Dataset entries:
------

package viz

import (
	"bytes"
	"errors"
	"fmt"
	"html/template"
	"math"
	"strings"

	"github.com/heatgraph/heatgraph/network"
)

// A meshed plate is one node of the network (its temperature is that of
// its hottest cell) and a network.PlateResult: the summary the reports
// print, and every cell's temperature, which the heat maps draw and
// WritePlateCells writes on request. No report copies the cells.

// plateKind is the node kind of a meshed plate.
const plateKind = network.Plate

// plateNodes returns the ids of the nodes that stand for meshed plates: a
// link from one of them is the plate's own element, whose joins the
// plates section lists.
func plateNodes(sol *network.Solution) map[string]bool {
	ids := map[string]bool{}
	for _, n := range sol.Nodes {
		if n.Kind == plateKind {
			ids[n.ID] = true
		}
	}
	return ids
}

// checkPlate reports what makes a plate result unfit to draw or write.
func checkPlate(p *network.PlateResult) error {
	if p == nil {
		return errors.New("no plate")
	}
	switch {
	case p.NX < 1 || p.NY < 1 || p.NZ < 1:
		return fmt.Errorf("plate %q: grid %d × %d × %d has no cells", p.ID, p.NX, p.NY, p.NZ)
	case len(p.T) != p.NX*p.NY*p.NZ:
		return fmt.Errorf("plate %q: %d cell temperatures for a grid of %d × %d × %d", p.ID, len(p.T), p.NX, p.NY, p.NZ)
	case !(p.Width > 0) || !(p.Length > 0) || math.IsInf(p.Width, 0) || math.IsInf(p.Length, 0):
		return fmt.Errorf("plate %q: size %g × %g m is not a positive finite size", p.ID, p.Width, p.Length)
	}
	return nil
}

// zCentre is the height of the centre of layer k, m.
func zCentre(p *network.PlateResult, k int) float64 {
	if len(p.ZEdges) == p.NZ+1 {
		return (p.ZEdges[k] + p.ZEdges[k+1]) / 2
	}
	return (float64(k) + 0.5) * p.Thickness / float64(p.NZ)
}

// zSpan is the bottom and top of layer k, m.
func zSpan(p *network.PlateResult, k int) (float64, float64) {
	if len(p.ZEdges) == p.NZ+1 {
		return p.ZEdges[k], p.ZEdges[k+1]
	}
	h := p.Thickness / float64(p.NZ)
	return float64(k) * h, float64(k+1) * h
}

// plateField is what a heat map shows of a plate: one value per column
// (i, j) of cells, K, and where its hottest cell is.
type plateField struct {
	p      *network.PlateResult
	nx, ny int
	v      []float64 // v[i + nx·j], K; a view into the solution for one layer
	layer  int       // the layer shown, or -1: the hottest through the thickness
	// hotI, hotJ, hotK locate the hottest cell shown (hotK the layer it
	// is in); lo and hi are the coolest and hottest finite values shown.
	hotI, hotJ, hotK int
	lo, hi           float64
	nonFinite        int // values that are not finite numbers
	overCells        int // values above the plate's limit
}

// newPlateField takes layer k of a plate, or with k < 0 the hottest cell
// through the thickness of every column.
func newPlateField(p *network.PlateResult, k int) (*plateField, error) {
	if err := checkPlate(p); err != nil {
		return nil, err
	}
	if k >= p.NZ {
		return nil, fmt.Errorf("plate %q has layers 0 to %d, not %d", p.ID, p.NZ-1, k)
	}
	n := p.NX * p.NY
	f := &plateField{p: p, nx: p.NX, ny: p.NY, layer: k, lo: math.Inf(1), hi: math.Inf(-1), hotI: -1}
	var layerOf []int32
	if k >= 0 {
		f.v = p.T[n*k : n*(k+1)]
	} else {
		f.v = make([]float64, n)
		layerOf = make([]int32, n)
		for c := range f.v {
			f.v[c] = math.NaN()
		}
		for kk := 0; kk < p.NZ; kk++ {
			layer := p.T[n*kk : n*(kk+1)]
			for c, t := range layer {
				if finite(t) && !(t <= f.v[c]) { // NaN compares false: the first finite value wins
					f.v[c], layerOf[c] = t, int32(kk)
				}
			}
		}
	}
	best := -1
	for c, t := range f.v {
		if !finite(t) {
			f.nonFinite++
			continue
		}
		if t > f.hi || best < 0 {
			f.hi, best = t, c
		}
		f.lo = math.Min(f.lo, t)
		if p.HasLimit && t > p.Limit {
			f.overCells++
		}
	}
	if best >= 0 {
		f.hotI, f.hotJ = best%p.NX, best/p.NX
		f.hotK = k
		if k < 0 {
			f.hotK = int(layerOf[best])
		}
	}
	return f, nil
}

// blockMax returns the value of every block of bx × by cells (the last
// ones in each direction smaller): the hottest finite cell of the block, or
// NaN when it has none. Taking the maximum keeps every hot spot, however
// small, in the picture.
func (f *plateField) blockMax(bx, by int) (nbx, nby int, v []float64) {
	nbx, nby = (f.nx+bx-1)/bx, (f.ny+by-1)/by
	v = make([]float64, nbx*nby)
	for i := range v {
		v[i] = math.NaN()
	}
	for j := 0; j < f.ny; j++ {
		row := f.v[j*f.nx : (j+1)*f.nx]
		out := v[(j/by)*nbx : (j/by+1)*nbx]
		for b := range out {
			m := out[b]
			for _, t := range row[b*bx : min((b+1)*bx, f.nx)] {
				if finite(t) && !(t <= m) { // m is NaN until a finite cell
					m = t
				}
			}
			out[b] = m
		}
	}
	return nbx, nby, v
}

// position returns the centre of cell (i, j, k), m.
func (f *plateField) position(i, j, k int) (x, y, z float64) {
	p := f.p
	return (float64(i) + 0.5) * p.Width / float64(p.NX), (float64(j) + 0.5) * p.Length / float64(p.NY), zCentre(p, k)
}

// mmText formats a position in mm with one decimal: (x, y) for a plate one
// cell thick, (x, y, z) otherwise.
func mmText(p *network.PlateResult, x, y, z float64) string {
	if p.NZ > 1 {
		return fmt.Sprintf("(%s, %s, %s) mm", fnum("%.1f", 1e3*x), fnum("%.1f", 1e3*y), fnum("%.2f", 1e3*z))
	}
	return fmt.Sprintf("(%s, %s) mm", fnum("%.1f", 1e3*x), fnum("%.1f", 1e3*y))
}

// plateByID indexes the plates of a solution.
func plateByID(sol *network.Solution) map[string]*network.PlateResult {
	m := map[string]*network.PlateResult{}
	for i := range sol.Plates {
		m[sol.Plates[i].ID] = &sol.Plates[i]
	}
	return m
}

// plateStatus is the status word of a plate's hottest cell, as the node
// table writes it.
func plateStatus(p *network.PlateResult) string {
	if !p.HasLimit {
		return "no limit"
	}
	return statusText(p.Status)
}

// plateWarnings returns a warning for every number of a plate that is not
// finite, counting the cells rather than naming each.
func plateWarnings(p *network.PlateResult) []string {
	var w []string
	item := "plate " + p.ID
	check := func(quantity string, x float64) {
		if !finite(x) {
			w = append(w, nonFiniteWarning(item, quantity, x, "its value is left out"))
		}
	}
	check("hottest temperature", p.Hottest)
	check("mean temperature", p.Mean)
	check("coolest temperature", p.Coolest)
	if p.HasLimit {
		check("limit", p.Limit)
		check("margin", p.Margin)
	}
	for _, j := range p.Joins {
		check("heat through "+j.Name, j.Heat)
	}
	bad := 0
	for _, t := range p.T {
		if !finite(t) {
			bad++
		}
	}
	if bad > 0 {
		w = append(w, fmt.Sprintf("%s: %s without a finite temperature; heat maps leave them grey and cell tables empty", item, countOf(bad, "cell")))
	}
	return w
}

// writePlates writes the text report's section on meshed plates: for each,
// its hottest cell and where it is, its mean and coolest, its limit, and
// the heat through each of its joins.
func writePlates(tw *textWriter, sol *network.Solution) {
	if len(sol.Plates) == 0 {
		return
	}
	tw.printf("\nplates (each is one node above, at its hottest cell)\n")
	for i := range sol.Plates {
		p := &sol.Plates[i]
		tw.printf("  %s: %s × %s × %s mm, %d × %d × %d cells\n", p.ID, fnum("%.1f", 1e3*p.Width), fnum("%.1f", 1e3*p.Length),
			fnum("%.2f", 1e3*p.Thickness), p.NX, p.NY, p.NZ)
		tw.printf("    hottest  %9s °C at %s\n", fnum("%.2f", celsius(p.Hottest)), mmText(p, p.HotX, p.HotY, p.HotZ))
		tw.printf("    mean     %9s °C\n", fnum("%.2f", celsius(p.Mean)))
		tw.printf("    coolest  %9s °C\n", fnum("%.2f", celsius(p.Coolest)))
		if p.HasLimit {
			tw.printf("    limit    %9s °C, margin %s K  %s\n", fnum("%.2f", celsius(p.Limit)), fnum("%+.2f", noNegZero(p.Margin, 2)), statusText(p.Status))
		} else {
			tw.printf("    limit            - (none set)\n")
		}
		if len(p.Parts) > 0 {
			items := make([]string, len(p.Parts))
			for k, fp := range p.Parts {
				items[k] = fp.Name + " " + watts(fp.Power)
				if fp.Face != "" && fp.Face != "top" {
					items[k] += " (" + fp.Face + ")"
				}
			}
			tw.printf("    parts on it: %s\n", strings.Join(items, ", "))
		}
		if len(p.Joins) == 0 {
			continue
		}
		nw := len("join")
		for _, j := range p.Joins {
			nw = max(nw, len(j.Name))
		}
		tw.printf("    %-*s  %10s  %s\n", nw, "join", "heat [W]", "to node (positive heat leaves the plate)")
		total := 0.0
		for _, j := range p.Joins {
			tw.printf("    %-*s  %10s  %s\n", nw, j.Name, fnum("%.3f", noNegZero(j.Heat, 3)), j.Node)
			total += j.Heat
		}
		tw.printf("    %-*s  %10s\n", nw, "all joins", fnum("%.3f", noNegZero(total, 3)))
		for _, j := range p.Joins {
			if j.Correlation != "" {
				tw.printf("    %s: h %s W/(m2 K) at the region's mean temperature, %s\n", j.Name, fnum("%.3g", j.Coefficient), j.Correlation)
			}
		}
	}
}

// PlateReport is the JSON summary of one meshed plate: its grid and size,
// its hottest cell and where it is, its mean and coolest temperatures, its
// limit, the heat through each join and the parts on it. The cells are
// not in it (see WritePlateCells).
type PlateReport struct {
	ID         string `json:"id"`
	NX         int    `json:"nx"`
	NY         int    `json:"ny"`
	NZ         int    `json:"nz"`
	WidthM     Number `json:"width_m"`
	LengthM    Number `json:"length_m"`
	ThicknessM Number `json:"thickness_m"`
	HottestC   Number `json:"hottest_degC"`
	// HottestXM, HottestYM and HottestZM locate the centre of the hottest
	// cell from the corner at x = 0, y = 0 of the bottom face.
	HottestXM Number                 `json:"hottest_x_m"`
	HottestYM Number                 `json:"hottest_y_m"`
	HottestZM Number                 `json:"hottest_z_m"`
	MeanC     Number                 `json:"mean_degC"`
	CoolestC  Number                 `json:"coolest_degC"`
	LimitC    *Number                `json:"limit_degC,omitempty"`
	MarginK   *Number                `json:"margin_K,omitempty"`
	Status    string                 `json:"status,omitempty"`
	Joins     []PlateJoinReport      `json:"joins"`
	Parts     []PlateFootprintReport `json:"parts,omitempty"`
}

// PlateJoinReport is the heat through one join of a plate, positive out of
// the plate into the node.
type PlateJoinReport struct {
	Name  string `json:"name"`
	Face  string `json:"face"`
	Node  string `json:"node"`
	Kind  string `json:"kind"`
	HeatW Number `json:"heat_W"`
	// HW and Correlation: a natural-convection join's coefficient at the
	// region's mean temperature and the correlation behind it.
	HW          *Number `json:"h_W_m2K,omitempty"`
	Correlation string  `json:"correlation,omitempty"`
}

// PlateFootprintReport is a part's footprint on a face of a plate, m from the
// corner at x = 0, y = 0, and the power that enters the plate there.
type PlateFootprintReport struct {
	Name   string `json:"name"`
	Face   string `json:"face"`
	X0M    Number `json:"x0_m"`
	Y0M    Number `json:"y0_m"`
	X1M    Number `json:"x1_m"`
	Y1M    Number `json:"y1_m"`
	PowerW Number `json:"power_W"`
}

func newPlateReports(sol *network.Solution) []PlateReport {
	var out []PlateReport
	for i := range sol.Plates {
		p := &sol.Plates[i]
		r := PlateReport{ID: p.ID, NX: p.NX, NY: p.NY, NZ: p.NZ,
			WidthM: Number(p.Width), LengthM: Number(p.Length), ThicknessM: Number(p.Thickness),
			HottestC: Number(celsius(p.Hottest)), HottestXM: Number(p.HotX), HottestYM: Number(p.HotY), HottestZM: Number(p.HotZ),
			MeanC: Number(celsius(p.Mean)), CoolestC: Number(celsius(p.Coolest)), Joins: []PlateJoinReport{}}
		if p.HasLimit {
			r.LimitC, r.MarginK, r.Status = num(celsius(p.Limit)), num(p.Margin), string(p.Status)
		}
		for _, j := range p.Joins {
			jr := PlateJoinReport{Name: j.Name, Face: j.Face, Node: j.Node, Kind: j.Kind, HeatW: Number(j.Heat), Correlation: j.Correlation}
			if j.Correlation != "" {
				h := Number(j.Coefficient)
				jr.HW = &h
			}
			r.Joins = append(r.Joins, jr)
		}
		for _, fp := range p.Parts {
			r.Parts = append(r.Parts, PlateFootprintReport{Name: fp.Name, Face: fp.Face, X0M: Number(fp.X0), Y0M: Number(fp.Y0),
				X1M: Number(fp.X1), Y1M: Number(fp.Y1), PowerW: Number(fp.Power)})
		}
		out = append(out, r)
	}
	return out
}

// htmlPlate is a plate's section of the HTML report.
type htmlPlate struct {
	ID, Size, Hottest, Where, Mean, Coolest, Limit, Status, Class, Parts string
	Joins                                                                []htmlJoin
	SVG                                                                  template.HTML // the heat map, written by WritePlateSVG
	Error                                                                string        // why there is no heat map
}

type htmlJoin struct{ Name, Node, Heat string }

func newHTMLPlates(sol *network.Solution) []htmlPlate {
	var out []htmlPlate
	for i := range sol.Plates {
		p := &sol.Plates[i]
		hp := htmlPlate{ID: p.ID,
			Size: fmt.Sprintf("%s × %s × %s mm, %d × %d × %d cells", fnum("%.1f", 1e3*p.Width), fnum("%.1f", 1e3*p.Length),
				fnum("%.2f", 1e3*p.Thickness), p.NX, p.NY, p.NZ),
			Hottest: fnum("%.2f", celsius(p.Hottest)), Where: mmText(p, p.HotX, p.HotY, p.HotZ),
			Mean: fnum("%.2f", celsius(p.Mean)), Coolest: fnum("%.2f", celsius(p.Coolest)),
			Limit: "none set", Status: "no limit", Class: string(p.Status)}
		if p.HasLimit {
			hp.Limit = fnum("%.2f", celsius(p.Limit)) + " °C"
			hp.Status = "margin " + fnum("%+.2f", noNegZero(p.Margin, 2)) + " K " + statusText(p.Status)
		}
		var parts []string
		for _, fp := range p.Parts {
			parts = append(parts, fp.Name+" "+watts(fp.Power))
		}
		hp.Parts = strings.Join(parts, ", ")
		for _, j := range p.Joins {
			name := j.Name
			if j.Correlation != "" {
				name += fmt.Sprintf(": h %s W/(m² K), %s", fnum("%.3g", j.Coefficient), j.Correlation)
			}
			hp.Joins = append(hp.Joins, htmlJoin{Name: name, Node: j.Node, Heat: fnum("%.3f", noNegZero(j.Heat, 3))})
		}
		var svg bytes.Buffer
		if err := WritePlateSVG(&svg, p, HeatMapOptions{}); err != nil {
			hp.Error = "no heat map: " + err.Error()
		} else {
			// Our own SVG: every string in it is escaped (WritePlateSVG).
			hp.SVG = template.HTML(svg.String()) //nolint:gosec // see above
		}
		out = append(out, hp)
	}
	return out
}

// plateNodeAttrs draws a meshed plate's node as one slab (a 3-D box, not
// rounded) with its hottest cell and mean in its label. p is nil when the
// solution has no summary of the plate.
func plateNodeAttrs(attrs map[string]string, n network.NodeResult, p *network.PlateResult, opt DiagramOptions) {
	style := "filled"
	if n.Status == network.Tight {
		style += ",dashed"
	}
	attrs["style"] = q(style)
	label := n.ID
	tip := fmt.Sprintf("%s (meshed plate): hottest cell %.2f °C", n.ID, celsius(n.Temperature))
	if p != nil {
		label += fmt.Sprintf("\nplate, %d × %d × %d cells", p.NX, p.NY, p.NZ)
		tip += " at " + mmText(p, p.HotX, p.HotY, p.HotZ) + ", mean " + fnum("%.2f", celsius(p.Mean)) + " °C"
	}
	label += fmt.Sprintf("\nhottest %.1f °C", celsius(n.Temperature))
	if p != nil && finite(p.Mean) {
		label += fmt.Sprintf("\nmean %.1f °C", celsius(p.Mean))
	}
	if n.HasLimit {
		label += fmt.Sprintf("\nmargin %s K %s", signed(n.Margin), statusWord(n))
	} else {
		label += "\nno limit"
	}
	if n.Power != 0 {
		label += "\npower " + watts(n.Power)
	}
	attrs["label"] = q(compareLabel(label, n, opt))
	attrs["tooltip"] = q(tip + ", " + statusWord(n))
}

// plateJoinEdges adds the heat through each join of a meshed plate to the
// arrows, from the plate to the node joined, where no link of the
// solution already joins the two (a plate's joins may be links of their
// own; then they are counted once, as links). add is heatEdges' merge.
func plateJoinEdges(sol *network.Solution, linked map[[2]string]bool, add func(from, to string, heat float64, air bool, what, kind string) int) {
	for _, p := range sol.Plates {
		for _, j := range p.Joins {
			if linked[[2]string{p.ID, j.Node}] || j.Node == "" || j.Node == p.ID {
				continue
			}
			add(p.ID, j.Node, j.Heat, false, fmt.Sprintf("%s: %s (%s)", p.ID, j.Name, j.Kind), j.Kind)
		}
	}
}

------

Copy all the lines from the data above that hold the word "layerOf".

* [Response to the task]:
	var layerOf []int32
		layerOf = make([]int32, n)
					f.v[c], layerOf[c] = t, int32(kk)
			f.hotK = int(layerOf[best])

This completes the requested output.